Chairs the Emerson College emergency preparedness committee, contributes ideas and monitors the planning process. Develops project plans and timelines for accomplishing outstanding tasks.
Works with individual work units to develop local operational and business continuity plans. Identifies inconsistencies and proposes corrective measures. Works to build consensus when departmental response plans diverge.
Makes policy recommendations to Emerson leadership on emergency preparedness programs
Develops and maintains liaisons with municipalities, county departments, and similar entities to facilitate plan development, response effort coordination, and exchange of personnel and equipment
Develops annual operating budget to support emergency preparedness activities and performs cost/benefit analysis for any recommended capital investment in support of the program.
*Your Other Responsibilities:*

During actual incidents or events, acts as the emergency management resource for the Emergency Operations Center (EOC). May act as the EOC manager or fill the role of a section chief if designated by the Incident Commander. Conducts an after action briefing for any EOC activation, and develops and distributes a report of findings including any recommendations for improvement.
Develops, coordinates and leads emergency preparedness readiness training for individuals at all levels of the organization.
Investigates, researches, and makes recommendations regarding best practices with respect to emergency preparedness.
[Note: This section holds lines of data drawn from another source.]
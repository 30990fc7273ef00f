"""Compare three exact ways to the derivative of a function of the catalogue; run by hand.

    PYTHONPATH=tests python tests/physics/compare_derivatives.py

All three work on the expression that a function gives when it is traced; each line shows the worst
relative error against mpmath over the cases of tests/published/test_uncertainty.py, the time for
one number, the time for each number of a column, and what the first call costs besides.

    symbols   the derivative as an expression, made once and then evaluated: cellfuncs.propagation
    step      a complex step, Im f(x + ih)/h with h = 1e-100 (Squire & Trapp 1998, SIAM Rev. 40)
    dual      numbers a + bε with ε² = 0, carried through the expression by the chain rule

A fourth, a complex step through the functions themselves, is not here: `if`, limits and the
piecewise polynomials that answer for the integrals take no complex number.
"""

from collections.abc import Callable
from time import perf_counter
from typing import Any

import numpy as np
from physics.test_expansion import mp, mpf
from published.test_uncertainty import CASES, Case

from cellfuncs import CATALOGUE
from cellfuncs.catalogue import Number
from cellfuncs.propagation import derivative, evaluated, tables
from cellfuncs.symbols import Expr, name

Way = Callable[[Expr, float, Any], Any]
COLUMN = 10_000
STEP = 1e-100

UNARY: dict[str, tuple[Callable[..., Any], Callable[..., Any]]] = {
    "negative": (np.negative, lambda u: -1.0),
    "SQRT": (np.sqrt, lambda u: 0.5 / np.sqrt(u)),
    "EXP": (np.exp, np.exp),
    "LN": (np.log, lambda u: 1 / u),
    "LOG10": (np.log10, lambda u: 1 / u / np.log(10)),
    "log1p": (np.log1p, lambda u: 1 / (1 + u)),
    "SIN": (np.sin, np.cos),
    "SINH": (np.sinh, np.cosh),
}
COMPARISONS = {">": np.greater, ">=": np.greater_equal, "<": np.less, "<=": np.less_equal}


def walked(expr: Expr, x: Any, operation: Callable[[str, list[Any]], Any]) -> Any:
    known: dict[int, Any] = {}

    def of(each: Any) -> Any:
        if not isinstance(each, Expr):
            return each
        if id(each) not in known:
            if each.operation == "name":
                known[id(each)] = x if each.arguments[0] == "x" else tables()[each.arguments[0]]
            elif each.operation == "number":
                known[id(each)] = each.arguments[0]
            elif each.operation.startswith("#"):
                known[id(each)] = np.nan
            else:
                known[id(each)] = operation(each.operation, [of(part) for part in each.arguments])
        return known[id(each)]

    return of(expr)


def stepped(operation: str, parts: list[Any]) -> Any:
    if operation in COMPARISONS:
        return COMPARISONS[operation](*map(np.real, parts))
    match operation:
        case "AND":
            return np.logical_and(*parts)
        case "IF":
            return np.where(*parts)
        case "ABS":
            return np.where(np.real(parts[0]) < 0, -parts[0], parts[0])
        case "SUMPRODUCT":
            return np.sum(parts[0], axis=-1, keepdims=True)
        case "log1p":  # numpy's of a complex number loses a small real part
            return np.log1p(parts[0].real) + 1j * parts[0].imag / (1 + parts[0].real)
    if operation in UNARY:
        return UNARY[operation][0](parts[0])
    return {"+": np.add, "-": np.subtract, "*": np.multiply, "/": np.divide, "^": np.power}[
        operation
    ](*parts)


def dual(operation: str, parts: list[Any]) -> Any:
    pairs = [part if isinstance(part, tuple) else (part, 0.0) for part in parts]
    (u, du), (v, dv) = pairs[0], pairs[-1]
    if operation in UNARY:
        value, slope = UNARY[operation]
        return value(u), slope(u) * du
    if operation in COMPARISONS:
        return COMPARISONS[operation](u, v)
    match operation:
        case "AND":
            return np.logical_and(u, v)
        case "IF":
            yes, no = pairs[1:]
            return np.where(u, yes[0], no[0]), np.where(u, yes[1], no[1])
        case "ABS":
            return abs(u), np.where(u < 0, -1.0, 1.0) * du
        case "SUMPRODUCT":
            value = np.sum(u, axis=-1, keepdims=True)
            return value, np.sum(np.broadcast_to(du, np.shape(u)), axis=-1, keepdims=True)
        case "+":
            return u + v, du + dv
        case "-":
            return u - v, du - dv
        case "*":
            return u * v, du * v + u * dv
        case "/":
            return u / v, (du - u / v * dv) / v
        case "^":
            by_exponent = u**v * np.log(u) * dv if np.any(dv) else 0.0
            return u**v, v * u ** (v - 1) * du + by_exponent
    raise TypeError(operation)


def by_symbols(expr: Expr, x: Any, slope: Expr) -> Any:
    return evaluated(slope, {"x": x})


def by_step(expr: Expr, x: Any, slope: Expr) -> Any:
    with np.errstate(all="ignore"):
        result = walked(expr, np.asarray(x)[..., None] + 1j * STEP, stepped)
        return (np.imag(result) / STEP)[..., 0]


def by_dual(expr: Expr, x: Any, slope: Expr) -> Any:
    with np.errstate(all="ignore"):
        result = walked(expr, (np.asarray(x)[..., None], 1.0), dual)
        return np.asarray(result[1])[..., 0] if np.ndim(result[1]) else result[1]


WAYS: dict[str, Way] = {"symbols": by_symbols, "step": by_step, "dual": by_dual}


def best(work: Callable[[], Any], times: int) -> float:
    taken = []
    for _ in range(5):
        start = perf_counter()
        for _ in range(times):
            work()
        taken.append((perf_counter() - start) / times)
    return min(taken)


def traced(case: Case) -> tuple[Expr, float]:
    """Return the case's function of its first number, the others as they are."""
    made = CATALOGUE[case.name]
    first = case.numbers[0]
    given = [name("x") if at == first else each for at, each in enumerate(case.arguments)]
    assert isinstance(made.arguments[first], Number)
    return made.traced(*given), case.arguments[first]


def main() -> None:
    cases = [case for case in CASES if CATALOGUE[case.name].traceable]
    truth = []
    for case in cases:
        values = tuple(mpf(case.arguments[at]) for at in case.numbers)
        which = tuple(int(place == 0) for place in range(len(values)))
        with mp.workdps(20):
            truth.append(float(mp.diff(case.formula, values, which)))
    expressions = [traced(case) for case in cases]
    slopes = [derivative(expr, "x") for expr, _ in expressions]
    shown = ["VELOCITY_SUM", "REDSHIFT_FROM_LINE", "DISTANCE_LUMINOSITY", "AGE_AT_REDSHIFT"]
    print(f"{'':10}{'worst error':>14}" + "".join(f"{each:>28}" for each in shown))
    for label, way in WAYS.items():
        errors = [
            abs(float(np.squeeze(way(expr, x, slope))) / exact - 1)
            for (expr, x), slope, exact in zip(expressions, slopes, truth, strict=True)
        ]
        line = f"{label:10}{max(errors):14.0e}"
        for wanted in shown:
            at = next(at for at, case in enumerate(cases) if case.name == wanted)
            (expr, x), slope = expressions[at], slopes[at]
            column = np.full(COLUMN, x)
            one = best(lambda: way(expr, x, slope), 50)  # noqa: B023
            each = best(lambda: way(expr, column, slope), 2) / COLUMN  # noqa: B023
            line += f"{one * 1e6:14.0f} µs {each * 1e9:7.0f} ns"
        print(line)
    for wanted in shown:
        at = next(at for at, case in enumerate(cases) if case.name == wanted)
        once = best(lambda: derivative(expressions[at][0], "x"), 5)  # noqa: B023
        print(f"derivative of {wanted}, once: {once * 1e6:.0f} µs")


if __name__ == "__main__":
    main()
Keeps informed of federal, state and local regulations effecting emergency plans to ensure adherence, and applies industry best practices to the Emerson program
Other duties as assigned
*Your Qualifications:*

Bachelor Degree from an accredited college or university preferably with a major in emergency management, public safety, environmental health and safety, public administration or a related field or equivalent experience.
Five year's emergency preparedness experience in an institutional setting
Experience in implementation of advanced Incident Command System (ICS) concepts as well as National Incident Management System (NIMS).
Demonstrated familiarity with business continuity concepts.
Demonstrated ability to lead individuals and groups in high stress situations.
Strong leadership, interpersonal and consensus building skills along with demonstrated operational problem solving/decision making experience
Strong verbal, written and interpersonal skills to communicate effectively with individuals at all levels of the organization as well as outside consultants and members of local and regional regulatory agencies.
Ability to take initiative, work independently, and follow tasks through to completion.
Strong organizational and time management skills including the ability to meet deadlines and work under pressure.
Presentation preparation and delivery skills, ability to present in group settings.
Ability to develop programs and train for understanding in group and individual settings. Ability to assure understanding and adjust training method to adapt to different audiences.
*You'll be Preferred with:*

Experience in a higher education setting preferred
Certification as an emergency manager is preferred.
Grade of Position: A18E Scheduled Weekly Hours: 36.25 Hiring Range: $87,950.00 - $92,450.00


----------